# [Stored items]
+---+

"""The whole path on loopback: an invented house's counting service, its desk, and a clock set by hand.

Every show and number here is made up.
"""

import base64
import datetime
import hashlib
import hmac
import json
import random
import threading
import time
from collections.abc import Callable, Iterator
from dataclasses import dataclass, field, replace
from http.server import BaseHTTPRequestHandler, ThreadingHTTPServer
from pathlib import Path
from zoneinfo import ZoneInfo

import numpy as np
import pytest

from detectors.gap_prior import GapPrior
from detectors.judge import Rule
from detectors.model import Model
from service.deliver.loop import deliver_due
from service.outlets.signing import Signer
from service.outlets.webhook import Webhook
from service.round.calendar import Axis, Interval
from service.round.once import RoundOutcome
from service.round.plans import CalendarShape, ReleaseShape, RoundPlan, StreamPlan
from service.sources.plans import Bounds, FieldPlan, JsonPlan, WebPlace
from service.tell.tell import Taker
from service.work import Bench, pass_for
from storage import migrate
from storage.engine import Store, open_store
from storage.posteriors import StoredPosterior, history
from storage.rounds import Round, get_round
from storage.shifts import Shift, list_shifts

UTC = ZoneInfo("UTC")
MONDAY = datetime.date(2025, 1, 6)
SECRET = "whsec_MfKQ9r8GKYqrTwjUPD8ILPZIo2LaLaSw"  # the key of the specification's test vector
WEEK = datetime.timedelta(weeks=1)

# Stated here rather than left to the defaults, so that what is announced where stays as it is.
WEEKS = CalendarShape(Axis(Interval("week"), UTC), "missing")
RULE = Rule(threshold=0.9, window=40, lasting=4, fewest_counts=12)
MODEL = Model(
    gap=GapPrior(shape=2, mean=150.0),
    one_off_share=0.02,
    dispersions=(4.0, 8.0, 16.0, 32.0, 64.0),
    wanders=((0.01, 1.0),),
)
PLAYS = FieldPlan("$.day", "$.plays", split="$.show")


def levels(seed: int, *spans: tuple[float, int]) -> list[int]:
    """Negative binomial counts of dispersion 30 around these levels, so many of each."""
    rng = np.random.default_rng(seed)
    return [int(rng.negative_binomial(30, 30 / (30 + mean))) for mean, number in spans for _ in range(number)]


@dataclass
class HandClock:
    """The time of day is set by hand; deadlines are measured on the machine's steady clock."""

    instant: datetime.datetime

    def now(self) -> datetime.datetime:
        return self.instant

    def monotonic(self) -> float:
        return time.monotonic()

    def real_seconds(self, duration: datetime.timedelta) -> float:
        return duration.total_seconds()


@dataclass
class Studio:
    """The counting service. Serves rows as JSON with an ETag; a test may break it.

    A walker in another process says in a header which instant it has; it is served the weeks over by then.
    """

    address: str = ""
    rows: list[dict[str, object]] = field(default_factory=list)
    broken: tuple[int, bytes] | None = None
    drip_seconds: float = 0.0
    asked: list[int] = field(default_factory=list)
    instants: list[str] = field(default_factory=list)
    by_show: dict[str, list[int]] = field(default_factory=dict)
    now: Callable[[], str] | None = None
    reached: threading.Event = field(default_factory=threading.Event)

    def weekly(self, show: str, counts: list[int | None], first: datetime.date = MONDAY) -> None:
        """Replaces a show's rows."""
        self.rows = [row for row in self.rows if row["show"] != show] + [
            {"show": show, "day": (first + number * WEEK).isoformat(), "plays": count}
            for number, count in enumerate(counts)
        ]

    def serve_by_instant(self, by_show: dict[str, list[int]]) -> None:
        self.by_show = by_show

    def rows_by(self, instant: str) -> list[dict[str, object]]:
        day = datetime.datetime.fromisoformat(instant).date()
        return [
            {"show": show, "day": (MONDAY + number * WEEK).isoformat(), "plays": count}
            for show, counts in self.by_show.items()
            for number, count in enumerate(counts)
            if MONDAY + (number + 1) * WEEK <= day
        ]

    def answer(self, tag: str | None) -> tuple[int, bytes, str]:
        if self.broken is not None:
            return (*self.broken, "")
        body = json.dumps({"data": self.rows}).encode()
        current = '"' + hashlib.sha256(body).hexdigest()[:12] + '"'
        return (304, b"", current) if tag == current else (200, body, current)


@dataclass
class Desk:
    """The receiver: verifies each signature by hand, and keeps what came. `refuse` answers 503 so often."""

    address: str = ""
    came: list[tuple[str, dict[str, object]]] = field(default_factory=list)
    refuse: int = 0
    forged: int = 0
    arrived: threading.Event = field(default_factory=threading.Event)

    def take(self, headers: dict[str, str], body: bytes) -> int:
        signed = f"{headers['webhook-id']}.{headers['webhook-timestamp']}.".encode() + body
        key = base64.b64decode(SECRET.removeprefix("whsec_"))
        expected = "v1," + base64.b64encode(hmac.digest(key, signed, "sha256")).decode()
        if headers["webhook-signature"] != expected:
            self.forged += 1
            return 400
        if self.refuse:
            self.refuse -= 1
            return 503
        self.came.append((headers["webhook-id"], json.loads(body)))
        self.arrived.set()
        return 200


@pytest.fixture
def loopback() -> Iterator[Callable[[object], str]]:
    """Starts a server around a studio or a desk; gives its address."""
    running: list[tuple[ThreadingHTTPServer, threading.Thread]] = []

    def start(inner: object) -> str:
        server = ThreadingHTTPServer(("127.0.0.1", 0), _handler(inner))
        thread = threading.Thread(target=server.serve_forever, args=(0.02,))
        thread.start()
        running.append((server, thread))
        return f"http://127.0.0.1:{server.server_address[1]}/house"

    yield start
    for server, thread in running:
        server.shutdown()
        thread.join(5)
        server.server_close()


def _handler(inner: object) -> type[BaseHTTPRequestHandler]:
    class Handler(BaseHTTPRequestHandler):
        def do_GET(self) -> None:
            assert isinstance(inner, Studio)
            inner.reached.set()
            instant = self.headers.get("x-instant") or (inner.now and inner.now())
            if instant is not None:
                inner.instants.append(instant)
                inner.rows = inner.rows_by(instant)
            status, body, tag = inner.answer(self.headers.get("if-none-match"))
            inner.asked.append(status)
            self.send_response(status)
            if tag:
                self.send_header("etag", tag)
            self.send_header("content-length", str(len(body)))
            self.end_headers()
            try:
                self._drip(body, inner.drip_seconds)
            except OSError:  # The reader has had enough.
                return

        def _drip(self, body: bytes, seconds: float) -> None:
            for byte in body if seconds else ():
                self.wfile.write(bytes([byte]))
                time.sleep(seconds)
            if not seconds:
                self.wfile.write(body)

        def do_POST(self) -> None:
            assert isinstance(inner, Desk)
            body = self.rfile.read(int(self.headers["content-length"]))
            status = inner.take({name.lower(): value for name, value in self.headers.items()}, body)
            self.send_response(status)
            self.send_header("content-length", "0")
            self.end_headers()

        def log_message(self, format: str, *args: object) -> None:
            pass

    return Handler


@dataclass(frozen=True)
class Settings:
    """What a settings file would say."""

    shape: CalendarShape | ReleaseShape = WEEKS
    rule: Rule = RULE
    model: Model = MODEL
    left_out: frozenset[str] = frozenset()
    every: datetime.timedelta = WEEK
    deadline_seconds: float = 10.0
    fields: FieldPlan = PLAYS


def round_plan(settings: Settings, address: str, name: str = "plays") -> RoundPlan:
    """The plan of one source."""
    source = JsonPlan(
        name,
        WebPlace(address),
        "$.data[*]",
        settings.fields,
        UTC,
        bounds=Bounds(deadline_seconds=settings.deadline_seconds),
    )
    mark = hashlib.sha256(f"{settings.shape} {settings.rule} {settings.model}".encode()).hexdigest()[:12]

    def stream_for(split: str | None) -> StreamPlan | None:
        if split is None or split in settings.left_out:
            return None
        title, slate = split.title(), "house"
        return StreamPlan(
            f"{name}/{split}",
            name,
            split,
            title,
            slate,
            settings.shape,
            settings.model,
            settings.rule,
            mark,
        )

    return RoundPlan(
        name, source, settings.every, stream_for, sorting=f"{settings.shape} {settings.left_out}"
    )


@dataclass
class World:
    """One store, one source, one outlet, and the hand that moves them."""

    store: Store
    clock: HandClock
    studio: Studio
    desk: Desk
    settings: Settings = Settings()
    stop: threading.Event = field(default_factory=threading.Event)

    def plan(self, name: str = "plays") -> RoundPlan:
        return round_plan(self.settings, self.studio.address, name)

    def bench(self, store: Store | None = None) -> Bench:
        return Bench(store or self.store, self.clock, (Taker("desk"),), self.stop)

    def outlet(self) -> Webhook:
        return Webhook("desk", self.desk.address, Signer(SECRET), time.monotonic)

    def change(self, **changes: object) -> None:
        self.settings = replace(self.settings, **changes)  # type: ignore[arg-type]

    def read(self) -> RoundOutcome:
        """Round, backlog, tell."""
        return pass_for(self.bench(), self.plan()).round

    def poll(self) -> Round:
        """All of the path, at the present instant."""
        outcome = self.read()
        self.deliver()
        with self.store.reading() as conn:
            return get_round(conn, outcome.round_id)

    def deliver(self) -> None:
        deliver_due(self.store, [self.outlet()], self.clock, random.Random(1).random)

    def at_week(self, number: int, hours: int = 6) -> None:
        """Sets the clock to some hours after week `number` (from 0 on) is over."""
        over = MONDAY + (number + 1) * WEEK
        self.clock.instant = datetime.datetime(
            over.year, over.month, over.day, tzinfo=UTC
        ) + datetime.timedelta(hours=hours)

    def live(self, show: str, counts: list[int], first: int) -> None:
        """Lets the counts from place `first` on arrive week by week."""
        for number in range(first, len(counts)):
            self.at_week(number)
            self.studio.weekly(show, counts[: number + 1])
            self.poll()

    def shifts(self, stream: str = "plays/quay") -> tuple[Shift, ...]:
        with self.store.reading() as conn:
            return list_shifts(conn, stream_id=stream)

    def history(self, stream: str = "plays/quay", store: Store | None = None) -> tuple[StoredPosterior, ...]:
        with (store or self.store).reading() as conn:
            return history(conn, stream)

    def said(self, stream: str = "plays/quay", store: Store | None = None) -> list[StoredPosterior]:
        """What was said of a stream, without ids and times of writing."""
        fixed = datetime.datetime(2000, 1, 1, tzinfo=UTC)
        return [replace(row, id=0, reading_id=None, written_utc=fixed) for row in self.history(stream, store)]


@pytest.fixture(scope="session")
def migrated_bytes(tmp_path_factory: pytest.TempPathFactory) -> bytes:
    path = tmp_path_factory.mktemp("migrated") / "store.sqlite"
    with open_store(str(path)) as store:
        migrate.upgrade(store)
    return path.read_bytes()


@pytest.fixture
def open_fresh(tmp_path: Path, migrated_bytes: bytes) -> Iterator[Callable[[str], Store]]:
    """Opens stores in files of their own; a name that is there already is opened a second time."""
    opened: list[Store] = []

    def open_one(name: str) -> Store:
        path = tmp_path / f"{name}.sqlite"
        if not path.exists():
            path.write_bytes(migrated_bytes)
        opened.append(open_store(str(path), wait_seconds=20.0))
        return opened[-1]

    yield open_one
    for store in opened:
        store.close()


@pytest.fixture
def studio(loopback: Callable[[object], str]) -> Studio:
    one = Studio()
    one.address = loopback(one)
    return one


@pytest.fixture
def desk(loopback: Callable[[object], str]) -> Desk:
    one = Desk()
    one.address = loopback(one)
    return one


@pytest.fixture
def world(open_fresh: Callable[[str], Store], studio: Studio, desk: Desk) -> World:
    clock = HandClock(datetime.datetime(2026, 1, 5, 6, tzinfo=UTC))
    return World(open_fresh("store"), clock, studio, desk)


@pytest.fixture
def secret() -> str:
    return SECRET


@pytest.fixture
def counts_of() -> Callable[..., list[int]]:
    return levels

+---+

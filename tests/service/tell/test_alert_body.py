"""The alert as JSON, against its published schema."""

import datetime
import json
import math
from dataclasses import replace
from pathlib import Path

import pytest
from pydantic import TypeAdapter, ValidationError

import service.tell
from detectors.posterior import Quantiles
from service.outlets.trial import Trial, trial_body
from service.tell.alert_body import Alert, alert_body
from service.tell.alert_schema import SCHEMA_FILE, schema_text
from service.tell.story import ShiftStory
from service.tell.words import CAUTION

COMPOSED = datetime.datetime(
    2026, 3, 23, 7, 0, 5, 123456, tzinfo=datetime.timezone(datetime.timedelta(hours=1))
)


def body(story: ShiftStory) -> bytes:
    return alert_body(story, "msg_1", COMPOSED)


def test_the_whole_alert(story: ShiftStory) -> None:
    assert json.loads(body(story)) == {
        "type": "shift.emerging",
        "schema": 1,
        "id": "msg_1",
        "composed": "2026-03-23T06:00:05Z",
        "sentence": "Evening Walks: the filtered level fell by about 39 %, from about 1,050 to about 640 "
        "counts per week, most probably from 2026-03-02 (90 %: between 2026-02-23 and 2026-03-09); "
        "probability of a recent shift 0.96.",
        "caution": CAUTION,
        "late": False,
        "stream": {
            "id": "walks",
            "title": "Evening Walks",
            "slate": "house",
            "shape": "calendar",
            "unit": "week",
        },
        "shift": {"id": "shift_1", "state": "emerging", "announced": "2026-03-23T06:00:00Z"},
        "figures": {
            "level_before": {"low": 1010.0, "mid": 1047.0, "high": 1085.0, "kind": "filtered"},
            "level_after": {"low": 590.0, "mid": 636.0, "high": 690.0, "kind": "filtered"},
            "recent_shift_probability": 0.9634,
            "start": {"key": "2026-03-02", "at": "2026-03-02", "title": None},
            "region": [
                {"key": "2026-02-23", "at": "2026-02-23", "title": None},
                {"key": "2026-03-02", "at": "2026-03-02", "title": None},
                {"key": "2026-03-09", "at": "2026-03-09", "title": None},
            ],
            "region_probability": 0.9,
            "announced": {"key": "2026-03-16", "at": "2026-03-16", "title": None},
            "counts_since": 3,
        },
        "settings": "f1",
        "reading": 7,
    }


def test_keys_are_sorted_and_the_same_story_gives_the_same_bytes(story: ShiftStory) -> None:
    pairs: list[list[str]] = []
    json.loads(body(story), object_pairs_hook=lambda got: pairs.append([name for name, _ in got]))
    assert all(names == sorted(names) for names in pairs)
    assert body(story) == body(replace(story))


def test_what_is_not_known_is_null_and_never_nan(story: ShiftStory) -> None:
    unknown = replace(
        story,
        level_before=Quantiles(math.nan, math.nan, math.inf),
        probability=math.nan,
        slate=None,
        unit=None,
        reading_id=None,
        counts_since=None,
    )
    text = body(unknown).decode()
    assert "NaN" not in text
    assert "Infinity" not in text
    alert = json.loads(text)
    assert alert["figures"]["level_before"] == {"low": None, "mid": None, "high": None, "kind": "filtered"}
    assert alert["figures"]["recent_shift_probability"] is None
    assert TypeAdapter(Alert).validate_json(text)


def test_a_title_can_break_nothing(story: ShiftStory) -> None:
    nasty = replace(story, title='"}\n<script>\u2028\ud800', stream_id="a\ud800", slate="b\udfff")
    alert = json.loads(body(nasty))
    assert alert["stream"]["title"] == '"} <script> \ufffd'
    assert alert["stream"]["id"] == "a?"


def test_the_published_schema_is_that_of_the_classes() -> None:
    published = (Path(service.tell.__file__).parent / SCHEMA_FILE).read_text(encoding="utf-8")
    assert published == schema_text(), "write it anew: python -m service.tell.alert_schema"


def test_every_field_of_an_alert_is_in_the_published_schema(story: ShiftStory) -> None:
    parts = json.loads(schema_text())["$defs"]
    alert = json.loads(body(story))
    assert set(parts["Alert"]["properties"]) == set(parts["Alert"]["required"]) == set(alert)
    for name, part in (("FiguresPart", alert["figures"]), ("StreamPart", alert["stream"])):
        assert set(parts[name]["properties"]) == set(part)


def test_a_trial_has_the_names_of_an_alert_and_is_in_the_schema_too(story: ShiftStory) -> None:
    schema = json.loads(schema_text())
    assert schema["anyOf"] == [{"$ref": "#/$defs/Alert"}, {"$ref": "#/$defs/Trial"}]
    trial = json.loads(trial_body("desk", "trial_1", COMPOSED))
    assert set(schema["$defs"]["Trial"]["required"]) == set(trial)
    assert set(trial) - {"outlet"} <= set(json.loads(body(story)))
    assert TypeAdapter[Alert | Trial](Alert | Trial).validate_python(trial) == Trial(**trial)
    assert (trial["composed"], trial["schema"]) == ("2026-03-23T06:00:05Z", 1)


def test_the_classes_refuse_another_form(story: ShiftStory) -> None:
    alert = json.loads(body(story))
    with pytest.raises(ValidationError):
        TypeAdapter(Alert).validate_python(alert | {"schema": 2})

+---+

# [Exercise instructions]
Retype only this portion of the data above: the line containing "set by hand.", the line containing "from collections.abc import", and all lines between them, exactly.

# [Written solution]
"""The whole path on loopback: an invented house's counting service, its desk, and a clock set by hand.

Every show and number here is made up.
"""

import base64
import datetime
import hashlib
import hmac
import json
import random
import threading
import time
from collections.abc import Callable, Iterator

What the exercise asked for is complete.